Frontera Revisada: Placing the Us-mexico Border
Open Access
- Author:
- Meier, Lily Rae
- Area of Honors:
- Architecture
- Degree:
- Bachelor of Architecture
- Document Type:
- Thesis
- Thesis Supervisors:
- Darla V Lindberg, Thesis Supervisor
Scott W Wing, Thesis Honors Advisor - Keywords:
- border
us-mexico
immigration
mexico
tijuana
architecture
garden - Abstract:
- For centuries, the beach between San Diego and Tijuana at the end of the US-Mexico borderwall has been a place where families and friends who could not cross the border could visit with each other. The binational beach was officially dubbed ‘Friendship Park’ by first lady Pat Nixon in 1971, and even after the first major borderwall construction in 1994 by the US government, the beach remained a peaceful place for families split by the line to come together. In 2009, the US Department of Homeland Security built an additional fence which included a 100 foot strip of ‘no mans land’ that severed Friendship Park and restricted communication through the wall. There is no buffer zone at the border. No liminal, shared space between the two nations exists. ‘No man’s land’ is actually owned and controlled by the US, and the construction of the borderwall has brutally divided transnational communities and families.
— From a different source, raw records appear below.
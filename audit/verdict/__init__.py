"""Building blocks of the verdict: reported claims, their reconciliation with the
data, and the sensitivity of an "absent" claim.

Importing this package has no side effects.
"""

from .claim import Claim, parse_claim

__all__ = ["Claim", "parse_claim"]
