def _rearranged(expr: Expr, fitter: Fitter) -> Expr:
    """Two rewrites a person makes: ``(A.T @ B).T`` as ``B.T @ A`` (the adjoint of
    ``X @ W.T`` in ``W``), and ``np.where(c, a, 0.0) + k * np.where(c, 0.0, b)``
    as ``np.where(c, a, k * b)`` (a leaky ReLU's slope: one select, not two and a
    sum; each element is the one term that was not zero)."""
    if not isinstance(expr, Apply):
        return expr
    if expr.op in ("add", "npscatter"):  # before the terms change
        expr = _gathered(expr, fitter) or expr
    expr = Apply(expr.op, tuple(_rearranged(a, fitter) for a in expr.args))
    inner = expr.args[0] if expr.op == "T" else None
    if isinstance(inner, Apply) and inner.op == "matmul":
        left, right = inner.args
        if isinstance(left, Apply) and left.op == "T":
            return Apply("matmul", (Apply("T", (right,)), left.args[0]))
    if expr.op == "ifexp" and all(fitter.shape(a) == () for a in expr.args):
        # a choice between numbers: Python's conditional, not an array's np.where
        return Apply("numselect", expr.args)
    if expr.op == "add":
        first, second = (_scaled_select(a, fitter) for a in expr.args)
        if first is not None and second is not None and first[1] == second[1]:
            (k1, c, a1, b1), (k2, _, a2, b2) = first, second
            zero = const(0.0)
            if b1 == zero and a2 == zero:
                return Apply("ifexp", (_times(k1, a1), c, _times(k2, b2)))
            if a1 == zero and b2 == zero:
                return Apply("ifexp", (_times(k2, a2), c, _times(k1, b1)))
    return expr


#: the longest vector whose element adjoints are written out as np.array([...])
_SHORT = 4


def _gathered(expr: Expr, fitter: Fitter) -> Expr | None:
    """A sum holding adjoints of elements of one short vector (``x[0]``, ``x[1]``,
    each a scatter into zeros) as one ``np.array([a, b])``, zeros where no term
    is (a state vector's element reads)."""
    terms: list[Expr] = []
    _add_terms(expr, terms)
    places: dict[Expr, dict[int, Expr]] = {}
    first: dict[Expr, int] = {}
    rest: list[tuple[int, Expr]] = []
    for k, term in enumerate(terms):
        entry = _element_adjoint(term, fitter)
        if entry is None:
            rest.append((k, term))
            continue
        vector, position, value = entry
        slots = places.setdefault(vector, {})
        first.setdefault(vector, k)
        before = slots.get(position)
        slots[position] = value if before is None else Apply("add", (before, value))
    if not places:
        return None
    for vector, slots in places.items():
        (size,) = fitter.table.atom(vector)  # type: ignore[misc]
        items = tuple(slots.get(j, const(0.0)) for j in range(size))
        if len(slots) == size:  # no 0.0 to make it floats: int adjoints would not
            items += (Const("dtype=float", None),)
        rest.append((first[vector], Apply("np.array", items)))
    rest.sort(key=lambda item: item[0])
    total = rest[0][1]
    for _, term in rest[1:]:
        total = Apply("add", (total, term))
    return total
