@st.composite
def cond(draw, sc: Scope, depth: int = 2) -> Ex:
    """A condition: comparisons (some chained), ==/!= on exact selections, not,
    and/or, and integer tests on loop indices."""
    kinds = ["cmp", "cmp", "cmp", "eq", "chain"]
    if depth > 0:
        kinds += ["not", "andor"]
    if sc.ints:
        kinds += ["int"]
    kind = draw(st.sampled_from(kinds))
    d = max(depth - 1, 0)
    if kind in ("cmp", "chain"):
        a = draw(num(sc, d))
        b = distinct(a, draw(num(sc, d, True)))
        op = draw(st.sampled_from(("<", "<=", ">", ">=")))
        if kind == "cmp":
            inst = f"_g(@1, {{0}}, {{1}}) {op} {{1}}"
            return Ex(f"{{0}} {op} {{1}}", (a, b), inst, kind="cond", tag="cmp")
        c = distinct(b, draw(num(sc, d, True)))
        return Ex(
            f"{{0}} {op} {{1}} {op} {{2}}",
            (a, b, c),
            f"_g(@1, {{0}}, {{1}}) {op} _g(@2, {{1}}, {{2}}) {op} {{2}}",
            kind="cond",
            tag="chain",
        )
    if kind == "eq":
        # == and != hold exactly on either side of a selection's switch
        a = draw(num(sc, d))
        b = distinct(a, draw(num(sc, d)))
        op = draw(st.sampled_from(("==", "!=")))
        form = draw(
            st.sampled_from(
                (
                    ("max({0}, {1}) OP {0}", "_max(@1, {0}, {1}) OP {0}"),
                    ("min({0}, {1}) OP {1}", "_min(@1, {0}, {1}) OP {1}"),
                    ("abs({0}) OP {0}", "abs(_k(@0, {0})) OP {0}"),
                )
            )
        )
        inst = form[1].replace("OP", op)
        return Ex(form[0].replace("OP", op), (a, b), inst, kind="cond", tag="eq")
    if kind == "int":
        i = draw(st.sampled_from(sc.ints))
        text = draw(
            st.sampled_from(
                (f"{i} == 1", f"{i} != 0", f"{i} > 1", f"{i} % 2 == 0", f"{i} < 2")
            )
        )
        return Ex(text, (), kind="cond", tag="int_cond")
    if kind == "not":
        return Ex("not ({0})", (draw(cond(sc, depth - 1)),), kind="cond", tag="not")
    op = draw(st.sampled_from(("and", "or")))
    a, b = draw(cond(sc, depth - 1)), draw(cond(sc, depth - 1))
    return Ex(f"({{0}}) {op} ({{1}})", (a, b), kind="cond", tag=f"cond_{op}")


LOOP_RANGES = (
    "range(0)",
    "range(1)",
    "range(2)",
    "range(3)",
    "range(1, 3)",
    "range(3, 0, -1)",
    "range(3, -1, -2)",
    "range(2, 2)",
    "range(0, 4, 2)",
)


@st.composite
def loop_iter(draw, sc: Scope) -> tuple[str, str, bool]:
    """(variable, iterable, variable is a float) for a new loop."""
    var = sc.new_name("i")
    options = list(LOOP_RANGES)
    if "n" in sc.ints:
        options += ["range(n)", "range(1, n)", "range(n, 0, -1)", "range(0, n, 2)"]
    outer = [i for i in sc.ints if i != "n"]
    if outer:
        i = draw(st.sampled_from(outer))
        options += [f"range({i})", f"range({i} + 1)", f"range({i}, 3)"]
    lists = [name for name in sc.lists if name.startswith("xs")]
    if lists and draw(st.integers(0, 2)) == 0:
        return var.replace("i", "v"), draw(st.sampled_from(lists)), True
    if lists:
        options.append(f"range(len({lists[0]}))")
    return var, draw(st.sampled_from(options)), False
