def test_exp2_accuracy() -> None:
    rng = random.Random(1002)
    fixed = [1e-300, -1e-300, 1e-17, -1e-17, 1e-9, 0.5, -0.5, 1.0, 10.5, -10.5]
    fixed += [100.25, 1023.5, 1023.999, -1022.0, -1022.5, -1060.3, -1074.0]
    points = fixed + [rng.uniform(-1074.0, 1023.999) for _ in range(3000)]
    points += list(log_uniform(rng, -300.0, 2.0, 2000))
    # Reference: mpmath at 50 digits (2 ** x).
    check_accuracy("exp2", [(x,) for x in points], lambda x: mpmath.power(2, x), 1.0)


def test_exp2_special_values() -> None:
    exp2 = helper("exp2")
    for k in range(-1074, 1024):
        assert exp2(float(k)) == math.ldexp(1.0, k)
    assert exp2(math.inf) == math.inf and exp2(-math.inf) == 0.0
    assert exp2(-1e10) == 0.0 and math.isnan(exp2(math.nan))
    for x in (1024.0, 1e10, 1.7e308):
        with pytest.raises(OverflowError):
            exp2(x)
        with pytest.raises(OverflowError):
            math.exp2(x)


def real_cbrt(x: object) -> object:
    return mpmath.sign(x) * mpmath.cbrt(abs(x))


def test_cbrt_accuracy() -> None:
    rng = random.Random(1003)
    fixed = [1e-300, 5e-324, 1e-310, 1e-17, 1e-9, 1e-3, 0.5, 2.0, 3.0, 10.0]
    fixed += [1e10, 1e300, 1.7976931348623157e308, 2.0**-1022, 2.0 ** (1 / 3)]
    points = fixed + [-x for x in fixed] + list(log_uniform(rng, -323.5, 308.2, 4000))
    points += [rng.uniform(0.5, 8.0) for _ in range(1000)]
    # Reference: mpmath at 50 digits (real cube root).
    check_accuracy("cbrt", [(x,) for x in points], real_cbrt, 1.0)


def test_cbrt_exact_and_special_values() -> None:
    cbrt = helper("cbrt")
    for k in range(1, 2000):
        assert cbrt(float(k**3)) == k and cbrt(float(-(k**3))) == -k
    for k in range(-358, 341):
        assert cbrt(math.ldexp(1.0, 3 * k)) == math.ldexp(1.0, k)
    assert same(cbrt(0.0), 0.0) and same(cbrt(-0.0), -0.0)
    assert cbrt(math.inf) == math.inf and cbrt(-math.inf) == -math.inf
    assert math.isnan(cbrt(math.nan))


def exact_hypot(*coordinates: object) -> object:
    return mpmath.sqrt(mpmath.fsum([c * c for c in coordinates]))


def test_hypot_accuracy() -> None:
    rng = random.Random(1004)
    points: list[tuple[float, ...]] = [
        (3.0, 4.0),
        (1e-300, 1e-300),
        (5e-324, 5e-324),
        (5e-324, 1e-310),
        (1e-17, 1.0),
        (1e-9, 1e-9),
        (1e300, 1e300),
        (1e308, 1e308),
        (1.7976931348623157e308, 1.0),
        (1e300, 1e-300),
        (-2.5, 7.0),
        (-1e-200, -3e-200),
        (1.0, 1.0, 1.0),
        (1e10, -1e10, 1e10, 1e-10),
        (2.5,),
        (-7.0,),
        (1e-300, 2e-300, 3e-300, 4e-300, 5e-300),
    ]
    for _ in range(3000):
        n = rng.choice((1, 2, 2, 2, 2, 3, 4, 6))
        scale = rng.uniform(-320.0, 307.0)
        coords = log_uniform(rng, scale - rng.uniform(0.0, 20.0), scale, n)
        points.append(tuple(coords))
    # Reference: mpmath at 50 digits (sqrt of the exact sum of squares).
    check_accuracy("hypot", points, exact_hypot, 1.0)


def test_hypot_special_values() -> None:
    hypot = helper("hypot")
    assert hypot() == 0.0 and hypot(0.0, -0.0) == 0.0 and hypot(-3.0) == 3.0
    assert hypot(3, 4) == 5.0 and hypot(-5.0, 12.0) == 13.0
    assert (
        hypot(math.inf, math.nan) == math.inf and hypot(math.nan, -math.inf) == math.inf
    )
    assert math.isnan(hypot(math.nan, 1.0)) and math.isnan(hypot(2.0, math.nan))
    # Overflow gives inf, as in CPython's math.hypot.
    assert hypot(1.7e308, 1.7e308) == math.inf == math.hypot(1.7e308, 1.7e308)
    assert hypot(1e308, 1e308, 1e308) == math.hypot(1e308, 1e308, 1e308)
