"""Fitting a NumPy model's adjoints to their values' shapes, with shapes known.

The reverse sweep asks this module three things (see ``shapes.py`` for the shapes
and the invariant that an adjoint may be smaller than its value):

- :meth:`Fitter.fit`: a broadcasting operand's contribution summed back to its own
  shape: nothing when it has the result's shape, ``np.sum(g, axis=..., keepdims=...)``
  when the broadcast is known, the generic ``_gw_unbroadcast`` otherwise;
- :meth:`Fitter.full`: the adjoint as a full array for rules that need one;
- :meth:`Fitter.rule`: reductions and matrix products written out for known
  ranks (for C = A @ B, A_bar = C_bar @ B^T and B_bar = A^T @ C_bar; Giles, 2008),
  instead of the helpers that decide at run time.

It also follows each adjoint's own shape through the sweep (:meth:`record`);
where a branch or a loop makes it uncertain, it is unknown, and the rules that
need a full array get one.
"""

from __future__ import annotations

from collections.abc import Mapping

from gradwright.calculus.algebra import number, simplify
from gradwright.calculus.primitives import COMPARISONS
from gradwright.calculus.rules import ELEMENTWISE_OPS
from gradwright.ir import Apply, Atom, Bar, Const, Expr, Var, const
from gradwright.sweeps.shapes import (
    Dim,
    Shape,
    ShapeTable,
    axis_text,
    broadcast,
    index_shape,
    keyword,
    matmul_shape,
    reduce_shape,
    reduced_axes,
    shape_expr,
    size_of,
)

_ELEMENTWISE = ELEMENTWISE_OPS | COMPARISONS | {"ifexp", "numselect"}
_MATMUL = frozenset({"matmul", "np.matmul", "np.dot"})
#: helpers -> the operand whose shape their result has
_SHAPED_LIKE = {
    "_gw_unbroadcast": 1,
    "_gw_unreduce": 1,
    "_gw_unmean": 1,
    "_gw_unextreme": 1,
    "_gw_unprod": 1,
    "_gw_matmul_left": 1,
    "_gw_matmul_right": 2,
    "npscatter": 1,
}
#: max and min reductions -> the function that picks their first extreme element
_EXTREMES = {
    "np.max": "np.argmax",
    "np.amax": "np.argmax",
    "np.min": "np.argmin",
    "np.amin": "np.argmin",
}
#: ops whose rules read their incoming adjoint elementwise (it may be smaller)
SMALL_OK = _ELEMENTWISE | {"copy", "ndcopy"}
Once a peaceful place of opportunity and hope, Friendship Park is now brutally divided beach with harsh surveillance and limited visiting hours. The US-Mexico border is handled from a very ‘zoomed out’, political perspective that often overlooks the environmental, communal, and humanitarian impacts of the border. Buried below layers of controversial politics and patrol, the border shifts from a political edge to a critical boundary between city and nature. On the US side of the fence is the Tijuana estuary which is constantly threatened by the pollution and runoff of the sprawling Tijuana city. By occupying the void between the wall and providing an active buffer space, the context of the wall and the borderzone changes from one of harsh division to one of environmental and negotiation. The border is an environment of opportunity that simultaneously attracts and repels. The project proposes a positive transformation of the role of the border zone for the people who call either side of the boundary their home through a redefinition of the threshold space between the US and Mexico. By redesigning the nature of the space between, the context of the US-Mexico Border will transform from a contested, political zone of separation and inequality to a space that enables cross-cultural neutrality and environmental negotiation. Ultimately, the architecture establishes a binational zone wherein political complications are removed and Friendship Park can be restored to a place of human compassion, community, and reunion.